Exercise requirements:
In full and without deviation, write out the entries that follow.

Data records
• • • • • • •
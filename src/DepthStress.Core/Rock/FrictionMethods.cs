using DepthStress.Core.Catalogue;
using DepthStress.Core.Logs;
using DepthStress.Core.Quantities;

namespace DepthStress.Core.Rock;

/// <summary>Catalogue entries that give the angle of internal friction.</summary>
public static class FrictionMethods
{
    private const string Zoback = "read in Zoback 2007, Reservoir Geomechanics, p. 116, Table 4.4";

    private static readonly LawFamily Family = new(Property.FrictionAngle, "", Units.Degree, new(0, 90));

    private static readonly LawInput GammaRay = new("GR", Property.GammaRay, Units.GammaApi, Interval.NotNegative, new(60, 120));

    /// <summary>The entries.</summary>
    public static IReadOnlyList<Law> All { get; } =
    [
        Entry("lal-1999-shale-friction", "Lal's friction angle of shale from velocity", RockKinds.Shale,
            [InputOf.VpMetre.Only(1000, double.PositiveInfinity)], "sin(angle) = (Vp - {a}) / (Vp + {a})",
            (x, c) => Units.Degree.FromSi(Math.Asin((x[0] - c[0]) / (x[0] + c[0]))), [new("a", 1000, "m/s")],
            "shale; zero at 1000 m/s", "Lal 1999, SPE 54356; " + Zoback, Standing.Confirmed, WorkedExample.Computed(30.393, 5, 3048)),
        Entry("shaly-rock-gamma-ray-friction", "Friction angle of shaly rock from gamma ray", RockKinds.Any,
            [GammaRay], "angle = {a} - {b} GR", (x, c) => c[0] - (c[1] * x[0]), Coefficient.Named(70, 0.417),
            "shaly rock reading 60 to 120 API; no result above 167.9 API, where the line passes zero",
            "unpublished; " + Zoback, Standing.Confirmed, WorkedExample.Computed(32.470, 5, 90)),
        Entry("weingarten-perkins-1995-sandstone", "Weingarten and Perkins's friction angle of sandstone from porosity", RockKinds.Sandstone,
            [InputOf.Porosity], "angle = {a} - {b} phi", (x, c) => c[0] - (c[1] * x[0]), Coefficient.Named(57.8, 105),
            "sandstone; no result beyond 55.0 % porosity, where the line passes zero",
            "Weingarten and Perkins 1995, J. Petrol. Technol., SPE 24797; coefficients recalled, not read", Standing.FromMemory, WorkedExample.Computed(36.80, 4, 0.20)),
        Entry("plumb-1994-clastic", "Plumb's friction angle of clastic rock from porosity and clay", RockKinds.Sandstone | RockKinds.Shale,
            [InputOf.Porosity, InputOf.Clay], "angle = {a} - {b} s + {c} s^2, s = 1 - phi - Vclay",
            Plumb, Coefficient.Named(26.5, 37.4, 62.1),
            "clastic rock; no result for s below 0.301, in very shaly or porous rock, where the curve turns up again from its least value of 20.87 deg",
            "Plumb 1994, SPE 28022; coefficients recalled, not read", Standing.FromMemory, WorkedExample.Computed(28.427, 5, 0.15, 0.2)),
    ];

    private static double Plumb(ReadOnlySpan<double> x, ReadOnlySpan<double> c)
    {
        var solid = 1 - x[0] - x[1];
        return solid < c[1] / (2 * c[2]) ? double.NaN : c[0] - (c[1] * solid) + (c[2] * solid * solid);
    }

    private static Law Entry(
        string id, string title, RockKinds rocks, LawInput[] inputs, string template, LawFormula formula, Coefficient[] coefficients, string validity, string source, Standing standing, WorkedExample example) =>
        (Family with { Rocks = rocks }).Entry(id, title, inputs, template, formula, coefficients, validity, source, standing, example);
}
• • • • • • •
Result:
filename src/DepthStress.Core/Rock/FrictionMethods.cs
using DepthStress.Core.Catalogue;
using DepthStress.Core.Logs;
using DepthStress.Core.Quantities;

namespace DepthStress.Core.Rock;

/// <summary>Catalogue entries that give the angle of internal friction.</summary>
public static class FrictionMethods
{
    private const string Zoback = "read in Zoback 2007, Reservoir Geomechanics, p. 116, Table 4.4";

    private static readonly LawFamily Family = new(Property.FrictionAngle, "", Units.Degree, new(0, 90));

    private static readonly LawInput GammaRay = new("GR", Property.GammaRay, Units.GammaApi, Interval.NotNegative, new(60, 120));

    /// <summary>The entries.</summary>
    public static IReadOnlyList<Law> All { get; } =
    [
        Entry("lal-1999-shale-friction", "Lal's friction angle of shale from velocity", RockKinds.Shale,
            [InputOf.VpMetre.Only(1000, double.PositiveInfinity)], "sin(angle) = (Vp - {a}) / (Vp + {a})",
            (x, c) => Units.Degree.FromSi(Math.Asin((x[0] - c[0]) / (x[0] + c[0]))), [new("a", 1000, "m/s")],
            "shale; zero at 1000 m/s", "Lal 1999, SPE 54356; " + Zoback, Standing.Confirmed, WorkedExample.Computed(30.393, 5, 3048)),
        Entry("shaly-rock-gamma-ray-friction", "Friction angle of shaly rock from gamma ray", RockKinds.Any,
            [GammaRay], "angle = {a} - {b} GR", (x, c) => c[0] - (c[1] * x[0]), Coefficient.Named(70, 0.417),
            "shaly rock reading 60 to 120 API; no result above 167.9 API, where the line passes zero",
            "unpublished; " + Zoback, Standing.Confirmed, WorkedExample.Computed(32.470, 5, 90)),
        Entry("weingarten-perkins-1995-sandstone", "Weingarten and Perkins's friction angle of sandstone from porosity", RockKinds.Sandstone,
            [InputOf.Porosity], "angle = {a} - {b} phi", (x, c) => c[0] - (c[1] * x[0]), Coefficient.Named(57.8, 105),
            "sandstone; no result beyond 55.0 % porosity, where the line passes zero",
            "Weingarten and Perkins 1995, J. Petrol. Technol., SPE 24797; coefficients recalled, not read", Standing.FromMemory, WorkedExample.Computed(36.80, 4, 0.20)),
        Entry("plumb-1994-clastic", "Plumb's friction angle of clastic rock from porosity and clay", RockKinds.Sandstone | RockKinds.Shale,
            [InputOf.Porosity, InputOf.Clay], "angle = {a} - {b} s + {c} s^2, s = 1 - phi - Vclay",
            Plumb, Coefficient.Named(26.5, 37.4, 62.1),
            "clastic rock; no result for s below 0.301, in very shaly or porous rock, where the curve turns up again from its least value of 20.87 deg",
            "Plumb 1994, SPE 28022; coefficients recalled, not read", Standing.FromMemory, WorkedExample.Computed(28.427, 5, 0.15, 0.2)),
    ];

    private static double Plumb(ReadOnlySpan<double> x, ReadOnlySpan<double> c)
    {
        var solid = 1 - x[0] - x[1];
        return solid < c[1] / (2 * c[2]) ? double.NaN : c[0] - (c[1] * solid) + (c[2] * solid * solid);
    }

    private static Law Entry(
        string id, string title, RockKinds rocks, LawInput[] inputs, string template, LawFormula formula, Coefficient[] coefficients, string validity, string source, Standing standing, WorkedExample example) =>
        (Family with { Rocks = rocks }).Entry(id, title, inputs, template, formula, coefficients, validity, source, standing, example);
}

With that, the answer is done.